Custom Number Format System in Excel
To understand the custom number format, you need to understand the sections of it. The Excel custom number format has 4 sections which are separated by semicolons. Each section has a different meaning. Look at the picture below with the description of them.
- Positive Number Formatting – #,##0.000: Display 3 decimal places with the thousands separator.
- Negative Number Formatting – (#,##0.000): The same formatting as the positive numbers with parentheses enclosed with it.
- Formatting for zeros – “-“: Will display a dash (–) instead of ‘0‘.
- Formatting for text values – [Red]@: Display text with Red font color.
It is not necessary that the format should include all the 4 sections. If a single section is used, it will indicate the positive number system. For indicating the negative number system, you have to indicate the positive number system first.

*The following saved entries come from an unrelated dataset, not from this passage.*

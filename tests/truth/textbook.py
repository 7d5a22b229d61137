"""The characteristic matrix as the textbooks write it: one point at a time, slow and obvious.

Born and Wolf, Principles of Optics, section 1.6; Macleod, Thin-Film Optical Filters, chapter 2. exp(+i omega t),
N = n - ik, r_p = r_s at normal incidence. Nothing guards against overflow: for films of a few wavelengths only.
"""

from dataclasses import dataclass

import numpy as np


@dataclass(frozen=True)
class Result:
    r: complex
    t: complex
    R: float
    T: float


def cosine_inside(index, b):
    """Return the cosine of the complex angle in a medium by Snell's law, the wave that fades forwards."""
    cosine = np.sqrt(1.0 - (b / index) ** 2 + 0j)
    return -cosine if (index * cosine).imag > 0.0 else cosine


def admittance(index, cosine, p):
    """Return the ratio of the tangential H to the tangential E of a forward wave."""
    return index / cosine if p else index * cosine


def characteristic_matrix(index, cosine, p, thickness_nm, wavelength_nm):
    """Return the matrix that carries (E, H) from the back of a film to its front."""
    delta = 2.0 * np.pi / wavelength_nm * index * cosine * thickness_nm
    y = admittance(index, cosine, p)
    return np.array([[np.cos(delta), 1j * np.sin(delta) / y], [1j * y * np.sin(delta), np.cos(delta)]])


def spectrum_point(incident, films, exit_, wavelength_nm, angle_deg, p):
    """Return r, t, R and T; `films` are (N, thickness in nm), front first, the incident index real."""
    b = incident * np.sin(np.radians(angle_deg))
    cosine_0, cosine_exit = np.cos(np.radians(angle_deg)), cosine_inside(exit_, b)
    y_0, y_exit = admittance(incident, cosine_0, p), admittance(exit_, cosine_exit, p)
    matrix = np.eye(2, dtype=complex)
    for index, thickness_nm in films:
        matrix = matrix @ characteristic_matrix(index, cosine_inside(index, b), p, thickness_nm, wavelength_nm)
    e, h = matrix @ np.array([1.0, y_exit])
    r = (y_0 * e - h) / (y_0 * e + h)
    t_tangential = 2.0 * y_0 / (y_0 * e + h)
    # From the tangential to the full electric field: cos at either end for p.
    t = t_tangential * (cosine_0 / cosine_exit if p else 1.0)
    return Result(r, t, abs(r) ** 2, y_exit.real / y_0 * abs(t_tangential) ** 2)
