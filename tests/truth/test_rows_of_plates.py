"""Rows of one to three thick plates with films between them, against 50 digits by conservation of flux."""

import mpmath as mp
import numpy as np
import pytest
from truth.plates_reference import solve_plates
from truth.reference import DIGITS

import filmstack as fs
from filmstack.wave.route import forced

C = fs.constant


def _random(seed):
    """Return ends, groups of films, plates (thickness in mm), wavelength and angle."""
    rng = np.random.default_rng([seed, 7])
    uniform = rng.uniform

    def film():
        kinds = [
            (uniform(1.3, 4.0), 0.0, uniform(0.0, 300.0)),
            (uniform(1.3, 4.0), 10.0 ** uniform(-8.0, -0.3), uniform(0.0, 300.0)),
            (uniform(0.05, 3.0), uniform(0.5, 6.0), uniform(0.0, 30.0)),
            (uniform(0.5, 1.3), 0.0, uniform(0.0, 100.0)),
        ]
        return tuple(float(x) for x in kinds[rng.integers(4)])

    def slab():
        kinds = [
            (0.0, 1.0),
            (10.0 ** uniform(-9.0, -5.0), 2.0),
            (10.0 ** uniform(-2.0, 0.0), 10.0 ** uniform(-4.0, -3.0)),
        ]
        k, d = kinds[rng.integers(3)]
        return float(uniform(1.55, 4.0)), float(k), float(d)

    count = 1 + seed % 3
    groups = [[film() for _ in range(rng.integers(0, 4))] for _ in range(count + 1)]
    ends = (float(rng.choice([1.0, 1.5])), 0.0), (float(rng.choice([1.0, 1.5])), float(rng.choice([0.0, 0.0, 0.3])))
    angle = float(rng.choice([0.0, uniform(0.0, 89.0), uniform(0.0, 89.0)]))
    return ends, groups, [slab() for _ in range(count)], float(uniform(400.0, 2000.0)), angle


def _stack(ends, groups, plates):
    layers = []
    for j, films in enumerate(groups):
        layers += [fs.Layer(C(n, k), d) for n, k, d in films]
        layers += [fs.Plate(C(n, k), d) for n, k, d in plates[j : j + 1]]
    return fs.Stack(C(*ends[0]), layers, C(*ends[1]))


def _true(ends, groups, plates, wavelength, angle, p):
    with mp.workdps(DIGITS):
        # The package's own conversion to nm rounds once.
        return solve_plates(ends, groups, [(n, k, float(d * 1e6)) for n, k, d in plates], wavelength, angle, p)


@pytest.mark.parametrize("route", ["small", "compiled"])
@pytest.mark.parametrize("seed", range(24))
def test_spectra_and_absorptances(seed, route):
    case = _random(seed)
    with forced(route):
        s = fs.spectrum(_stack(*case[:3]), *case[3:])
    for p, q in ((False, "s"), (True, "p")):
        true = _true(*case, p)
        with mp.workdps(DIGITS):  # of the reference itself
            assert abs(true.R + true.T + mp.fsum(true.films) + mp.fsum(true.plates) - 1) < mp.mpf(10) ** -35
        found = [getattr(s, f"R_{q}")[0, 0], getattr(s, f"T_{q}")[0, 0]]
        found += [*getattr(s, f"A_layers_{q}")[:, 0, 0], *getattr(s, f"A_plates_{q}")[:, 0, 0]]
        for value, wanted in zip(found, [true.R, true.T, *true.films, *true.plates], strict=True):
            # What the reference leaves of an exact 0 are its own last digits.
            assert abs(mp.mpf(float(value)) - wanted) <= 1e-12 * abs(wanted) + mp.mpf(10) ** -40


SLOPES = [seed for seed in range(24) if any(_random(seed)[1])][:4]


@pytest.mark.parametrize("seed", SLOPES)
def test_gradients(seed):
    # One-sided difference of the 50-digit reference with a step of 1e-24: 24 good digits.
    ends, groups, plates, wavelength, angle = _random(seed)
    stack = _stack(ends, groups, plates)
    by_d, by_n = fs.thickness_gradient(stack, wavelength, angle), fs.index_gradient(stack, wavelength, angle)
    places = [(j, i) for j, films in enumerate(groups) for i in range(len(films))]
    for p, q in ((False, "s"), (True, "p")):
        start = _true(ends, groups, plates, wavelength, angle, p)
        for layer, (j, i) in enumerate(places):
            for column, source, suffix in ((0, by_n, "_dn"), (1, by_n, "_dk"), (2, by_d, "")):
                with mp.workdps(DIGITS):
                    h, changed = mp.mpf(10) ** -24, [[list(film) for film in films] for films in groups]
                    changed[j][i][column] = mp.mpf(changed[j][i][column]) + h
                    end = _true(ends, changed, plates, wavelength, angle, p)
                    slopes = {"R": (end.R - start.R) / h, "T": (end.T - start.T) / h}
                for name, wanted in slopes.items():
                    value = mp.mpf(float(getattr(source, f"d{name}_{q}{suffix}")[layer, 0, 0]))
                    assert abs(value - wanted) <= 1e-9 * abs(wanted) + mp.mpf(10) ** -20, (layer, name, q, suffix)


@pytest.mark.parametrize("seed", SLOPES[:2])
def test_needles_of_a_foreign_material_in_all_films(seed):
    ends, groups, plates, wavelength, angle = _random(seed)
    stack = _stack(ends, groups, plates)
    needle = (1.9, 0.05)
    places = [(j, i) for j, films in enumerate(groups) for i in range(len(films))]
    # Depths from the first interface, films counted together, as layer=None gives them.
    found = fs.needle_gradient(stack, wavelength, angle, material=C(*needle))
    assert sorted(set(found.layer.tolist())) == list(range(len(places)))
    for layer, (j, i) in enumerate(places):
        rows = np.flatnonzero(found.layer == layer)
        for row in (rows[0], rows[len(rows) // 3], rows[-1]):
            n, k, d = groups[j][i]
            depth = float(found.depth_nm[row] - found.depth_nm[rows[0]])
            for p, q in ((False, "s"), (True, "p")):
                with mp.workdps(DIGITS):
                    h, ends_ = mp.mpf(10) ** -24, []
                    for thickness in (mp.mpf(0), h):
                        changed = [list(films) for films in groups]
                        back = mp.mpf(d) - mp.mpf(depth)
                        changed[j][i : i + 1] = [(n, k, mp.mpf(depth)), (*needle, thickness), (n, k, back)]
                        ends_.append(_true(ends, changed, plates, wavelength, angle, p))
                    slopes = {name: (getattr(ends_[1], name) - getattr(ends_[0], name)) / h for name in ("R", "T")}
                for name, wanted in slopes.items():
                    value = float(getattr(found, f"d{name}_{q}")[row, 0, 0])
                    # The depth itself is a difference of sums, right to some 1e-13 nm, worth 1e-17 here.
                    assert abs(value - wanted) <= 1e-9 * abs(wanted) + 1e-16, (layer, depth, name, q)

To apply the General formatting, write General instead of the format code like this, General; -General; “General”;
12 Examples of Custom Number Format in Excel with Multiple Conditions
Here, we will discuss 12 examples of creating a custom number format in Excel with multiple conditions. For this, we have used some numbers with general formatting and then applied custom formatting operations over them. So, without further delay, let’s see the examples below.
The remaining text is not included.